# Brake lock-up on 1997 Hardbody



## dirt digger (Feb 27, 2005)

I have a '97 Nissan Hardbody 4x4, and the driver side front brake locks up every now and then. It does it when I push hard on the brakes, and the pad stays against the rotor so it pulls the truck to the left when I drive. The only way I found to fix the problem is to let the brakes cool off, then the pads release and the problem goes away. I had the rotors and the pads replaced after the first time it did it, the mech. said that would solve the problem but it didn't. Like I said, this only happens once in a while, but I really don't want it to happen on a long trip.

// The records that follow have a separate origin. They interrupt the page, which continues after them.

def profile_figure(ds: xr.Dataset, *, scenario: int | None = None) -> Figure:
    """Face-temperature percentiles through the assembly, layers drawn in their nominal widths.

    The median and the 5–95 % and 1–99 % bands of every face temperature
    (``interface_temperature_quantile``) are joined by straight lines from the exposed face
    (position 0) to the innermost face; solids and gaps are shaded over their nominal
    thickness or width (``layer_nominal_thickness``), contact resistances (no width) are drawn
    as dotted lines. The limit is a horizontal line.

    Parameters
    ----------
    ds
        A results dataset.
    scenario
        Index of the exposure for a swept dataset, ``None`` otherwise.

    Returns
    -------
    matplotlib.figure.Figure
    """
    label, one = one_exposure(ds, scenario)
    widths_mm = np.asarray(one["layer_nominal_thickness"].values, dtype=float) * 1e3
    kinds = [str(k) for k in one["layer_kind"].values]
    names = [str(n) for n in one["layer"].values]
    faces = [str(n) for n in one["interface"].values]
    x = np.concatenate([[0.0], np.cumsum(widths_mm)])
    if x.size != len(faces):
        raise ValueError(f"the dataset has {len(faces)} faces for {len(names)} elements; "
                         f"expected {len(names) + 1}")
    q = one["interface_temperature_quantile"]
    band = {p: to_display_temperature(one, select_quantile(q, p).values) for p in
            (0.01, 0.05, 0.5, 0.95, 0.99)}
    lim_k = (float(one.attrs["limit"]) if str(one.attrs.get("limit_output", "")) in
             [str(f) for f in faces] else inner_limit(one))  # a limit on a face temperature
    limit = float(to_display_temperature(one, lim_k))
    span = float(x[-1])
    mids = 0.5 * (x[:-1] + x[1:])
    with styled():
        fig = Figure(figsize=(8.0, 5.4), layout="constrained")
        rows, lx = _label_rows(mids, names, span, width_pt=6.6 * 72)
        n_rows = int(rows.max()) + 1
        gs = fig.add_gridspec(2, 1, height_ratios=[0.32 * n_rows + 0.15, 4.0], hspace=0.0)
        head = fig.add_subplot(gs[0])
        ax = fig.add_subplot(gs[1], sharex=head)
        ax.set_label("profile")
        head.set_label("layer labels")
        for i, kind in enumerate(kinds):
            if kind == "contact":
                ax.axvline(x[i], color=GREY, ls=":", lw=1.4, zorder=1)
            elif kind == "gap":
                ax.axvspan(x[i], x[i + 1], facecolor=GAP_FILL, edgecolor="#b8c4d2", hatch="..",
                           lw=0.0, zorder=0)
            else:
                ax.axvspan(x[i], x[i + 1], facecolor=SOLID_FILL, edgecolor="none", zorder=0)
        for xi in x:
            ax.axvline(xi, color="#bdbdbd", lw=0.5, zorder=0.5)
        ax.grid(axis="x", visible=False)
        ax.fill_between(x, band[0.01], band[0.99], color=BLUE, alpha=0.16, lw=0, zorder=2,
                        gid="band_1_99", label="1–99 % band")
        ax.fill_between(x, band[0.05], band[0.95], color=BLUE, alpha=0.38, lw=0, zorder=3,
                        gid="band_5_95", label="5–95 % band")
        ax.plot(x, band[0.5], color=BLUE, lw=2.0, marker="o", ms=3.5, zorder=4, gid="median",
                label="median", clip_on=False)
        if np.isfinite(limit):
            ax.axhline(limit, color=INK, ls="--", lw=1.2, zorder=5, gid="limit",
                       label=f"limit {limit:.4g} {pretty_unit(temperature_unit(one))}")
        inner = int(one.attrs.get("inner_surface_index", len(faces) - 1))
        right = span > 0 and x[inner] > 0.7 * span
        ax.annotate("inner surface", (x[inner], band[0.5][inner]),
                    xytext=(-8 if right else 8, 14), ha="right" if right else "left",
                    textcoords="offset points", fontsize="small", color=INK,
                    arrowprops={"arrowstyle": "-", "color": INK, "lw": 0.6})
        shown = np.concatenate([band[0.01], band[0.99], [limit]])
        shown = shown[np.isfinite(shown)]
        lo, hi = (shown.min(), shown.max()) if shown.size else (0.0, 1.0)
        pad = 0.06 * (hi - lo if hi > lo else 1.0)
        ax.set_ylim(lo - pad, hi + pad)
        ax.set_xlim(0.0, span if span > 0 else 1.0)
        ax.set_xlabel("distance from the exposed face [mm]")
        ax.set_ylabel(temperature_label(one, "temperature"))
        ax.text(0.005, 0.015, "exposed side", transform=ax.transAxes, fontsize="small",
                style="italic", color=GREY, ha="left", va="bottom")
        ax.text(0.995, 0.015, "skin" if faces[-1] == "skin surface" else "inner side",
                transform=ax.transAxes, fontsize="small", style="italic", color=GREY, ha="right",
                va="bottom")
        # the label strip: element names, staggered so that none overlap, with leader lines
        head.set_ylim(0.0, n_rows + 0.15)
        head.axis("off")
        for i, name in enumerate(names):
            y = rows[i] + 0.35
            head.text(lx[i], y, name, ha="center", va="bottom", fontsize="small", color=INK)
            head.plot([mids[i], lx[i]], [0.0, y - 0.05], color=GREY, lw=0.6)
        add_title(head, "Temperature through the assembly", label,
                  "bands: percentiles of each face temperature, joined by straight lines")
        handles = [
            Line2D([], [], color=BLUE, lw=2.0, marker="o", ms=3.5, label="median"),
            Patch(facecolor=BLUE, alpha=0.38, label="5–95 % band"),
            Patch(facecolor=BLUE, alpha=0.16, label="1–99 % band"),
            Line2D([], [], color=INK, ls="--", lw=1.2, label=f"limit {limit:.4g} "
                   f"{pretty_unit(temperature_unit(one))}"),
        ]
        if "solid" in kinds:
            handles.append(Patch(facecolor=SOLID_FILL, edgecolor="#999999", lw=0.5,
                                 label="solid layer"))
        if "gap" in kinds:
            handles.append(Patch(facecolor=GAP_FILL, edgecolor="#b8c4d2", hatch="..",
                                 label="air gap"))
        if "contact" in kinds:
            handles.append(Line2D([], [], color=GREY, ls=":", lw=1.4, label="contact resistance"))
        fig.legend(handles=handles, loc="outside lower center", ncol=4)
    return fig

Any advice?


----------



## Averysdad (Aug 27, 2005)

Sounds more like a caliper issue to me.......if the pistons in the calipers are starting to get corroded you will have it seize on you like that...


----------



## Seamus (Aug 17, 2005)

I have a 95 HB that had the same problem on the passenger side. Some times the brake line going to the caliper gets weak and tears on the inside causing a blockage that won't release pressure in that caliper. I replaced the line and the caliper and it solved the problem. You can buy the line and the caliper at most autopart stores. The line should run you about $20 and a rebuilt caliper about $55. It is very easy to do yourself . Make sure the line comes with a new compression washer and when you bleed the brakes disconnect the ground to disable the ABS. 
Seamus


----------



## dirt digger (Feb 27, 2005)

thanks guys...i thought it might be the caliper, but didn't even think that the brake line might be the problem...and I don't have to worry about disconnecting the ground, it doesn't have ABS...and i'm glad about that.


----------



## Nismothunder (Jul 30, 2010)

I had the same problem on my 95 pathfinder,but it wasnt the brakes,it was the auto locking hub.It would some how freeze the wheel like a bearing while driving at 20 mph.I fixed it by replace the hub.I also had the same problem with the cheap brakes pads(metalic?).They would heat up in the front and lock the wheels up.


----------